INPUT MATERIAL Block Start
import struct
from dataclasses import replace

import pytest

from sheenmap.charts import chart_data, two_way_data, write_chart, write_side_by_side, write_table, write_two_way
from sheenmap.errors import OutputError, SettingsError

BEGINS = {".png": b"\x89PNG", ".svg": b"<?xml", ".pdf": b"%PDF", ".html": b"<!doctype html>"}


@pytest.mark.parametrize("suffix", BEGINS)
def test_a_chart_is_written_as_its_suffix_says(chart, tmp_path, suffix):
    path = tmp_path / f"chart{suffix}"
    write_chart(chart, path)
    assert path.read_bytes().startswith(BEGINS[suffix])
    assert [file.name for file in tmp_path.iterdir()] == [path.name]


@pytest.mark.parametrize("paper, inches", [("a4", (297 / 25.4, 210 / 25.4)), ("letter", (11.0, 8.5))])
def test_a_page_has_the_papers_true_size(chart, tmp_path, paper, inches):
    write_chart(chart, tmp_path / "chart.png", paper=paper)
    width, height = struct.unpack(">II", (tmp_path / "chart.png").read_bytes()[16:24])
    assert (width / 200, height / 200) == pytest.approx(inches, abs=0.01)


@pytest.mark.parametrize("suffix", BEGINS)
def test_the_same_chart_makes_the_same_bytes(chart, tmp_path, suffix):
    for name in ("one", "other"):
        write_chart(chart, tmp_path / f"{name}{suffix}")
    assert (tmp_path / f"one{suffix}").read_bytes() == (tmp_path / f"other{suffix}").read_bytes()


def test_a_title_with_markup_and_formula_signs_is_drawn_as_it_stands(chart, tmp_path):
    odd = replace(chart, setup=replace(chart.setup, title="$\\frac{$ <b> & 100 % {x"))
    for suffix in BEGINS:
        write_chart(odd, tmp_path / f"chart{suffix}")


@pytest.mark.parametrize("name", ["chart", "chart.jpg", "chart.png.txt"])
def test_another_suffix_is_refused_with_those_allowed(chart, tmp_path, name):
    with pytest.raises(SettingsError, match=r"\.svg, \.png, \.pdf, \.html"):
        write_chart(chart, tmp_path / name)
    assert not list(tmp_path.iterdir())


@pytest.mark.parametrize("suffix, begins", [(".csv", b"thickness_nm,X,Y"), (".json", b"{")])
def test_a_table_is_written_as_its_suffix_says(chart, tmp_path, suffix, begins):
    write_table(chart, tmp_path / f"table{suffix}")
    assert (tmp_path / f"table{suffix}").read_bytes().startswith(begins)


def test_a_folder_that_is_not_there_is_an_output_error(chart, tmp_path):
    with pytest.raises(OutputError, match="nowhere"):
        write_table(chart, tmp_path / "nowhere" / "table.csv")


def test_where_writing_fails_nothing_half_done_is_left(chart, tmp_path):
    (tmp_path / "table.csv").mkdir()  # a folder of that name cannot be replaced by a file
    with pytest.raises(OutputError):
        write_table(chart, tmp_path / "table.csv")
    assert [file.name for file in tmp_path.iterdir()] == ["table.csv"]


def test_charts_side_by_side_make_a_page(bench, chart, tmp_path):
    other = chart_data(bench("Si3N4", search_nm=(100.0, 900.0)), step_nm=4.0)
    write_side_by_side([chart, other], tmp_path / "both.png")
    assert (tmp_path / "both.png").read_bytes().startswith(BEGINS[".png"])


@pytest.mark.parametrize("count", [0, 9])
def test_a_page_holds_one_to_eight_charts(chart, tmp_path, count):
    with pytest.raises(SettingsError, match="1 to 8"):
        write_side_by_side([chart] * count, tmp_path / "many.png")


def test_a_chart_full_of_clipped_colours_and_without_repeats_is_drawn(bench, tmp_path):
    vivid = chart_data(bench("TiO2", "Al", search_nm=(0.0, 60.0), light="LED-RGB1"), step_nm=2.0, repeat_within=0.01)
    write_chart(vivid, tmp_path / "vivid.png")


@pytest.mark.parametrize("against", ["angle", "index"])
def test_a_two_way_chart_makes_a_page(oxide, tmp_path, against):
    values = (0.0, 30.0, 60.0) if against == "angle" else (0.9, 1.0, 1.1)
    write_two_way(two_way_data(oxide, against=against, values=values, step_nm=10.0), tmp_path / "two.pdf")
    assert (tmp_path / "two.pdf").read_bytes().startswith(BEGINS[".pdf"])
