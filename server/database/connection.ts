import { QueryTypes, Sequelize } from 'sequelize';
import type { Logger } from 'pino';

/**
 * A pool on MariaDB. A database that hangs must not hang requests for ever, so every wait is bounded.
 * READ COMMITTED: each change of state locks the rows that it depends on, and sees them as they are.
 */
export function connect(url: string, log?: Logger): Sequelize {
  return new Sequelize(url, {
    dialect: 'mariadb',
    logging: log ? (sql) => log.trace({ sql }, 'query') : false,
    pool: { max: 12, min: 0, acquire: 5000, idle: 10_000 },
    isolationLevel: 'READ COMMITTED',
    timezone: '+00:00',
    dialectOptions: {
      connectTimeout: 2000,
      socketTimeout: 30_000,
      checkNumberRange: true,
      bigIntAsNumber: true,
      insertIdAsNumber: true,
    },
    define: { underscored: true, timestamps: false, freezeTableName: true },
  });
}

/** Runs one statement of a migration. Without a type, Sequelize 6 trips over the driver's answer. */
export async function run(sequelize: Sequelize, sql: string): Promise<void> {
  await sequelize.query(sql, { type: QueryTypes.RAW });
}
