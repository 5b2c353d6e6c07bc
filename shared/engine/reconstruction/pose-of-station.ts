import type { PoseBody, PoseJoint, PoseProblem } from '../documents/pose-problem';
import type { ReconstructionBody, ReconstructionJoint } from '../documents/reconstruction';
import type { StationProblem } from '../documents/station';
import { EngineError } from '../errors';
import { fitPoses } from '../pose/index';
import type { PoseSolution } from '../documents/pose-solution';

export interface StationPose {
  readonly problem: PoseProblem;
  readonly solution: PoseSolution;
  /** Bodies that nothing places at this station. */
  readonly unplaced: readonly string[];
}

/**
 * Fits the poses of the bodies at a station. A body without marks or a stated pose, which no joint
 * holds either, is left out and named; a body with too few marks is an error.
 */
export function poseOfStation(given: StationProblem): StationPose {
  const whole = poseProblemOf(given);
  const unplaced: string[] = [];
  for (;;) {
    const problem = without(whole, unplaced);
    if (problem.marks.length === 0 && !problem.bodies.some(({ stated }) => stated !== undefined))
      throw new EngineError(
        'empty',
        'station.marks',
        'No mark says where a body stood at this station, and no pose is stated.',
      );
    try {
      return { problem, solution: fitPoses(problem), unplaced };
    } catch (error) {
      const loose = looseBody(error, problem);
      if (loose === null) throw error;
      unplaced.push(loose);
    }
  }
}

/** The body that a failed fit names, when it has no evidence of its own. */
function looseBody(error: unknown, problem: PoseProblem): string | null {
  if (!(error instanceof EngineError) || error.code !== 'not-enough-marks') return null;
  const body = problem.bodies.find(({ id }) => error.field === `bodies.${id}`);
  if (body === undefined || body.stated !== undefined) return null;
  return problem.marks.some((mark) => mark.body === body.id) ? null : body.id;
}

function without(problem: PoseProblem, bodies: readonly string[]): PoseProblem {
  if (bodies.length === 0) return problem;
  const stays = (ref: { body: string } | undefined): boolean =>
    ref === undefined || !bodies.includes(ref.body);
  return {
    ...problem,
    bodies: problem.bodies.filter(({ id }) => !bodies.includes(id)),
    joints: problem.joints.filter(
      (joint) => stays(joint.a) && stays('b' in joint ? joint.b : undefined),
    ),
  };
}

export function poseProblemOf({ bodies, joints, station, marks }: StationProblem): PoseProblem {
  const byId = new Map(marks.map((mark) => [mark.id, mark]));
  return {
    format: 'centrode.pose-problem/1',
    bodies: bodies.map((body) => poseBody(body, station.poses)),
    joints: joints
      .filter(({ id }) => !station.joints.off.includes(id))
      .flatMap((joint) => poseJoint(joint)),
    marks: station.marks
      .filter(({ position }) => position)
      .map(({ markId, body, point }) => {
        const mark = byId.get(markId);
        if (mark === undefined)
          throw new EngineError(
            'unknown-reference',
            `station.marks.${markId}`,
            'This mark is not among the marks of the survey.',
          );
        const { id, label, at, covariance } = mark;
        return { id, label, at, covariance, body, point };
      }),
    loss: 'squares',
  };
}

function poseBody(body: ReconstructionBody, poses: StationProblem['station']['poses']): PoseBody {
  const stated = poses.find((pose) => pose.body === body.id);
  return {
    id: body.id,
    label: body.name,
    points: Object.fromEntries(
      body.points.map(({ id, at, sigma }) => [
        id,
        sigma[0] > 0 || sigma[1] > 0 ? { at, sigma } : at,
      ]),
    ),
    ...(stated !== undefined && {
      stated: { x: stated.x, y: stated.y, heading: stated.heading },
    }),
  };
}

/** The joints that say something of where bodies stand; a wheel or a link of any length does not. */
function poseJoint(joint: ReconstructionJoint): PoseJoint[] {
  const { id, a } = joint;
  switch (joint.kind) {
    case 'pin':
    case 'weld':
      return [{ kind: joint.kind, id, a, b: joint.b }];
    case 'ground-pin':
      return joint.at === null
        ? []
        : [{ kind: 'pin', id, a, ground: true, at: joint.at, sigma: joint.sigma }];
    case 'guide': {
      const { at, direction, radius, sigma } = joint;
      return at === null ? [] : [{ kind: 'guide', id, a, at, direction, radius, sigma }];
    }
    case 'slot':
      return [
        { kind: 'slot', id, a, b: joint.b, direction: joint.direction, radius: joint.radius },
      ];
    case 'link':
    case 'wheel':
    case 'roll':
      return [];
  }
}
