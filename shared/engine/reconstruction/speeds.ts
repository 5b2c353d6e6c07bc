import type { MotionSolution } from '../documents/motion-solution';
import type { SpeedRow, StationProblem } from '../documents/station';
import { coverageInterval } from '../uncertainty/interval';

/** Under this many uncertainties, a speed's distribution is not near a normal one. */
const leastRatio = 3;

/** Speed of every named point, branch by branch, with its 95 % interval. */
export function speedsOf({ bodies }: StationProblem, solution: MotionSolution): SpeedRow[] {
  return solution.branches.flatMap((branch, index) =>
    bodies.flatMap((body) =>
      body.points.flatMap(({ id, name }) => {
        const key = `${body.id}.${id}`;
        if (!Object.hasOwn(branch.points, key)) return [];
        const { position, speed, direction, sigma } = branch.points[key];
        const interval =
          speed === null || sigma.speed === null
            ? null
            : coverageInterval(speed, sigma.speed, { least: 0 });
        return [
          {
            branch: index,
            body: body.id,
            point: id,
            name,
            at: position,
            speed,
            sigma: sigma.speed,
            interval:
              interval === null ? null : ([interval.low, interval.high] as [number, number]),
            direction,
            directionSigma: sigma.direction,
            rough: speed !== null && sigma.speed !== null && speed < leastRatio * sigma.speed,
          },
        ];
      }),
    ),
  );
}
INPUT MATERIAL Block End
Everything from the line with "replaced by a file" through the line with "values = (0.0, 30.0, 60.0)" should be written out exactly as it appears above, end lines included, and nothing outside that range.

- RESPONSE BELOW -
    (tmp_path / "table.csv").mkdir()  # a folder of that name cannot be replaced by a file
    with pytest.raises(OutputError):
        write_table(chart, tmp_path / "table.csv")
    assert [file.name for file in tmp_path.iterdir()] == ["table.csv"]


def test_charts_side_by_side_make_a_page(bench, chart, tmp_path):
    other = chart_data(bench("Si3N4", search_nm=(100.0, 900.0)), step_nm=4.0)
    write_side_by_side([chart, other], tmp_path / "both.png")
    assert (tmp_path / "both.png").read_bytes().startswith(BEGINS[".png"])


@pytest.mark.parametrize("count", [0, 9])
def test_a_page_holds_one_to_eight_charts(chart, tmp_path, count):
    with pytest.raises(SettingsError, match="1 to 8"):
        write_side_by_side([chart] * count, tmp_path / "many.png")


def test_a_chart_full_of_clipped_colours_and_without_repeats_is_drawn(bench, tmp_path):
    vivid = chart_data(bench("TiO2", "Al", search_nm=(0.0, 60.0), light="LED-RGB1"), step_nm=2.0, repeat_within=0.01)
    write_chart(vivid, tmp_path / "vivid.png")


@pytest.mark.parametrize("against", ["angle", "index"])
def test_a_two_way_chart_makes_a_page(oxide, tmp_path, against):
    values = (0.0, 30.0, 60.0) if against == "angle" else (0.9, 1.0, 1.1)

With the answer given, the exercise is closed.